SemanticSegmentationTask#
- class torchgeo.trainers.SemanticSegmentationTask(model='unet', backbone='resnet50', weights=None, in_channels=3, task='multiclass', num_classes=None, num_labels=None, labels=None, num_filters=3, pos_weight=None, loss='ce', class_weights=None, ignore_index=None, lr=0.001, patience=10, freeze_backbone=False, freeze_decoder=False)[source]#
Bases:
ClassificationMixin,BaseTaskSemantic Segmentation.
- __init__(model='unet', backbone='resnet50', weights=None, in_channels=3, task='multiclass', num_classes=None, num_labels=None, labels=None, num_filters=3, pos_weight=None, loss='ce', class_weights=None, ignore_index=None, lr=0.001, patience=10, freeze_backbone=False, freeze_decoder=False)[source]#
Initialize a new SemanticSegmentationTask instance.
- Parameters:
model (Literal['unet', 'deeplabv3+', 'fcn', 'upernet', 'segformer', 'dpt']) – Name of the smp model to use.
weights (WeightsEnum | str | bool | None) – Initial model weights. Either a weight enum, the string representation of a weight enum, True for ImageNet weights, False or None for random weights, or the path to a saved model state dict. FCN model does not support pretrained weights.
in_channels (int) – Number of input channels to model.
task (Literal['binary', 'multiclass', 'multilabel']) – One of ‘binary’, ‘multiclass’, or ‘multilabel’.
num_classes (int | None) – Number of prediction classes (only for
task='multiclass').num_labels (int | None) – Number of prediction labels (only for
task='multilabel').num_filters (int) – Number of filters. Only applicable when model=’fcn’.
pos_weight (Tensor | None) – A weight of positive examples and used with ‘bce’ loss.
loss (Literal['ce', 'bce', 'jaccard', 'focal', 'dice']) – Name of the loss function, currently supports ‘ce’, ‘bce’, ‘jaccard’, ‘focal’, and ‘dice’ loss.
class_weights (Tensor | Sequence[float] | None) – Optional rescaling weight given to each class and used with ‘ce’ loss.

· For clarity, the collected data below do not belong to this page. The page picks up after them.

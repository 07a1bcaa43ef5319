// End-to-end: every screen on a phone held upright and on its side, at 150 % and 200 % text
// (the root font size, as a browser's text-size setting changes it), and in the dark theme.
// On each screen: nothing is wider than the screen; on a board screen the board and the buttons
// under it are on screen together, above the bottom bar; on the phone every control is at least
// 44 by 44 CSS pixels (the size WCAG 2.1's success criterion 2.5.5 asks for); walking the page
// with Tab, every focused control shows a focus ring whose contrast with what is behind it is at
// least 3:1 (WCAG 2.2, 2.4.13 and 1.4.11); and axe-core (the npm package) finds no violation of
// the WCAG 2.0/2.1 A and AA rules. Screenshots go to web/artefacts/ as <condition>-<screen>.png.

import { test } from 'node:test';
import assert from 'node:assert/strict';
import { readFileSync } from 'node:fs';
import { createRequire } from 'node:module';
import {
  PHONE,
  addFromLibrary,
  artefact,
  context,
  goTo,
  librarySet,
  open,
  openSettings,
  ready,
  settled,
  tap,
  useBrowser,
  wrongMove,
} from './support.mjs';

const AXE = readFileSync(createRequire(import.meta.url).resolve('axe-core/axe.min.js'), 'utf8');
const CLUB = librarySet('fours-freestyle-club');
const env = useBrowser();

const DAY = 86_400_000;
const START = new Date('2026-12-02T10:00:00').getTime();

const LANDSCAPE = { width: 844, height: 390, dpr: 2, touch: true };

// axe-core rules that are not checked, each with its reason. Empty: every rule of the tags runs.
const AXE_SKIPPED = {};

/** A tap, twice on a touch screen (the first shows where the stone would go). */
async function play(page, board, point, touch) {
  await tap(page, board, point, { touch });
  if (touch) await tap(page, board, point, { touch });
}

/**
 * Walks every screen, calling `visit(name, board)` on each (`board`: the id of the screen's
 * board canvas, if it has one). The page's clock is fixed, so that a puzzle failed today is
 * due in Revisit tomorrow.
 */
async function walk(page, { touch }, visit) {
  await visit('tonight-empty');
  await addFromLibrary(page, CLUB.title);
  await visit('tonight-puzzle', 'tonight-board');
  await page.click('#tonight-marks li:nth-child(2) button');
  await play(page, 'tonight-board', wrongMove(CLUB.puzzles[1]), touch);
  await page.waitForSelector('#tonight-board[data-state="failed"][data-pending="0"]');
  await visit('tonight-wrong', 'tonight-board');
  await page.click(`#tonight-marks li:nth-child(${CLUB.puzzles.length}) button`);
  await page.click('#tonight-play [data-act="next"]');
  // The question before finishing takes the focus: it and its buttons are what must show
  // (measured before the visit's Tab walk moves the page).
  const q = await page.$eval('#tonight-finish', (n) => {
    const r = n.getBoundingClientRect();
    const rail = document.querySelector('.rail').getBoundingClientRect();
    return { top: r.top, bottom: r.bottom, end: rail.top > innerHeight / 2 ? rail.top : innerHeight };
  });
  assert.ok(q.top >= -0.5 && q.bottom <= q.end + 0.5, `the question before finishing is on screen: ${JSON.stringify(q)}`);
  await visit('tonight-finish');
  await page.click('#finish-anyway');
  await page.waitForSelector('#tonight-summary:not([hidden])');
  await visit('tonight-summary');
  await page.click('#summary-sets');
  await visit('tonight-sets');

  await goTo(page, 'drill');
  await page.waitForSelector('#drill-board[data-mode="puzzle"]', { timeout: 90000 });
  await visit('drill', 'drill-board');

  await goTo(page, 'study');
  await page.fill('#study-moves', 'h8 h9 i8 i9 g8 j10 f7 e6');
  await page.click('#study-setup');
  await page.click('[data-ask="vcf"]');
  await page.waitForSelector('#study[data-line]');
  await page.click('#study-next');
  await visit('study', 'study-board');

  // Tomorrow: the failed puzzle is due.
  await page.clock.setFixedTime(START + DAY);
  await page.reload();
  await ready(page);
  await goTo(page, 'revisit');
  await visit('revisit-list');
  await page.click('#revisit-start');
  await page.waitForSelector('#revisit-board[data-mode="puzzle"]');
  await visit('revisit-puzzle', 'revisit-board');

  for (const screen of ['coach', 'progress', 'games']) {
    await goTo(page, screen);
    await visit(screen);
  }
  await openSettings(page);
  await visit('settings');
  await page.click('#close-settings');
  if (await page.isVisible('#nav-more')) {
    await page.click('#nav-more');
    await visit('more');
    await page.click('#close-more');
  }
}

async function openAt(options, { font = null, dark = false } = {}) {
  const c = await context(env.browser, options);
  await c.page.clock.setFixedTime(START);
  if (dark) await c.page.emulateMedia({ colorScheme: 'dark' });
  await c.page.goto(env.server.url);
  await ready(c.page);
  if (font) await c.page.evaluate((f) => { document.documentElement.style.fontSize = f; }, font);
  return c;
}

/** Nothing wider than the screen. */
async function noOverflow(page, where) {
  const { wide, width } = await page.evaluate(() => ({
    wide: document.documentElement.scrollWidth,
    width: window.innerWidth,
  }));
  assert.ok(wide <= width, `${where}: the page is ${wide} px wide on a ${width} px screen`);
}

/** The board and the first row of buttons after it, on screen together above the bottom bar. */
async function boardInView(page, board, where) {
  const r = await page.$eval(`#${board}`, (canvas) => {
    const frame = canvas.closest('.board-frame');
    const actions = frame.parentElement.querySelector('.actions:not([hidden])');
    const rail = document.querySelector('.rail').getBoundingClientRect();
    const bottom = rail.top > innerHeight / 2 ? rail.top : innerHeight;
    const f = frame.getBoundingClientRect();
    const a = actions.getBoundingClientRect();
    return { top: f.top, boardBottom: f.bottom, left: f.left, right: f.right, actionsTop: a.top, actionsBottom: a.bottom, bottom, width: innerWidth };
  });
  assert.ok(r.top >= -0.5 && r.boardBottom <= r.bottom + 0.5, `${where}: the board is on screen (${JSON.stringify(r)})`);
  assert.ok(r.actionsTop >= -0.5 && r.actionsBottom <= r.bottom + 0.5, `${where}: the buttons are on screen (${JSON.stringify(r)})`);
  assert.ok(r.left >= -0.5 && r.right <= r.width + 0.5, `${where}: the board fits across`);
}

/** Every control on show is at least 44 x 44 CSS pixels (a hidden input: its label). */
async function targets(page, where) {
  const small = await page.evaluate(() => {
    const shown = (n) => n.getClientRects().length > 0 && getComputedStyle(n).visibility !== 'hidden';
    const found = [];
    const all = document.querySelectorAll('a[href], button, input, select, textarea, summary, [tabindex]:not([tabindex="-1"])');
    for (const node of all) {
      if (!shown(node) || node.closest('[hidden], dialog:not([open])')) continue;
      if (node.id === 'skip') continue; // off screen until focused; measured in its own test
      let target = node;
      // A hidden input is used through the label beside or around it.
      if (node.tagName === 'INPUT' && (node.type === 'checkbox' || node.type === 'radio' || node.type === 'file')) {
        target = node.closest('label') ?? node.nextElementSibling ?? node;
      }
      const r = target.getBoundingClientRect();
      if (r.width < 44 - 0.5 || r.height < 44 - 0.5) {
        found.push(`${node.tagName.toLowerCase()}#${node.id}.${node.className} "${(node.textContent || node.getAttribute('aria-label') || '').trim().slice(0, 30)}" ${r.width.toFixed(1)}x${r.height.toFixed(1)}`);
      }
    }
    return found;
  });
  assert.deepEqual(small, [], `${where}: controls smaller than 44 x 44`);
}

ignore_index (int | None) – Optional integer class index to ignore in the loss and metrics.
lr (float) – Learning rate for optimizer.
patience (int) – Patience for learning rate scheduler.
freeze_backbone (bool) – Freeze the backbone network to fine-tune the decoder and segmentation head.
freeze_decoder (bool) – Freeze the decoder network to linear probe the segmentation head.
Added in version 0.9: The labels and pos_weight parameters and dice loss support.
Added in version 0.8: DPT, Segformer, and UPerNet support.
Added in version 0.7: The task and num_labels parameters.
Changed in version 0.6: The ignore_index parameter now works for jaccard loss.
Added in version 0.5: The class_weights, freeze_backbone, and freeze_decoder parameters.
Changed in version 0.5: The weights parameter now supports WeightEnums and checkpoint paths. learning_rate and learning_rate_schedule_patience were renamed to lr and patience.
Changed in version 0.4: segmentation_model, encoder_name, and encoder_weights were renamed to model, backbone, and weights.
Changed in version 0.3: ignore_zeros was renamed to ignore_index.
- training_step(batch, batch_idx, dataloader_idx=0)[source]#
Compute the training loss and additional metrics.
- validation_step(batch, batch_idx, dataloader_idx=0)[source]#
Compute the validation loss and additional metrics.
- test_step(batch, batch_idx, dataloader_idx=0)[source]#
Compute the test loss and additional metrics.
- predict_step(batch, batch_idx, dataloader_idx=0)[source]#
Compute the predicted class probabilities.
- Parameters:
- Returns:
Dictionary with ‘probabilities’, ‘bounds’, and ‘transform’ keys.
- Return type:
Changed in version 0.9: Changed return type from Tensor to dict with probabilities, bounds, and transform keys.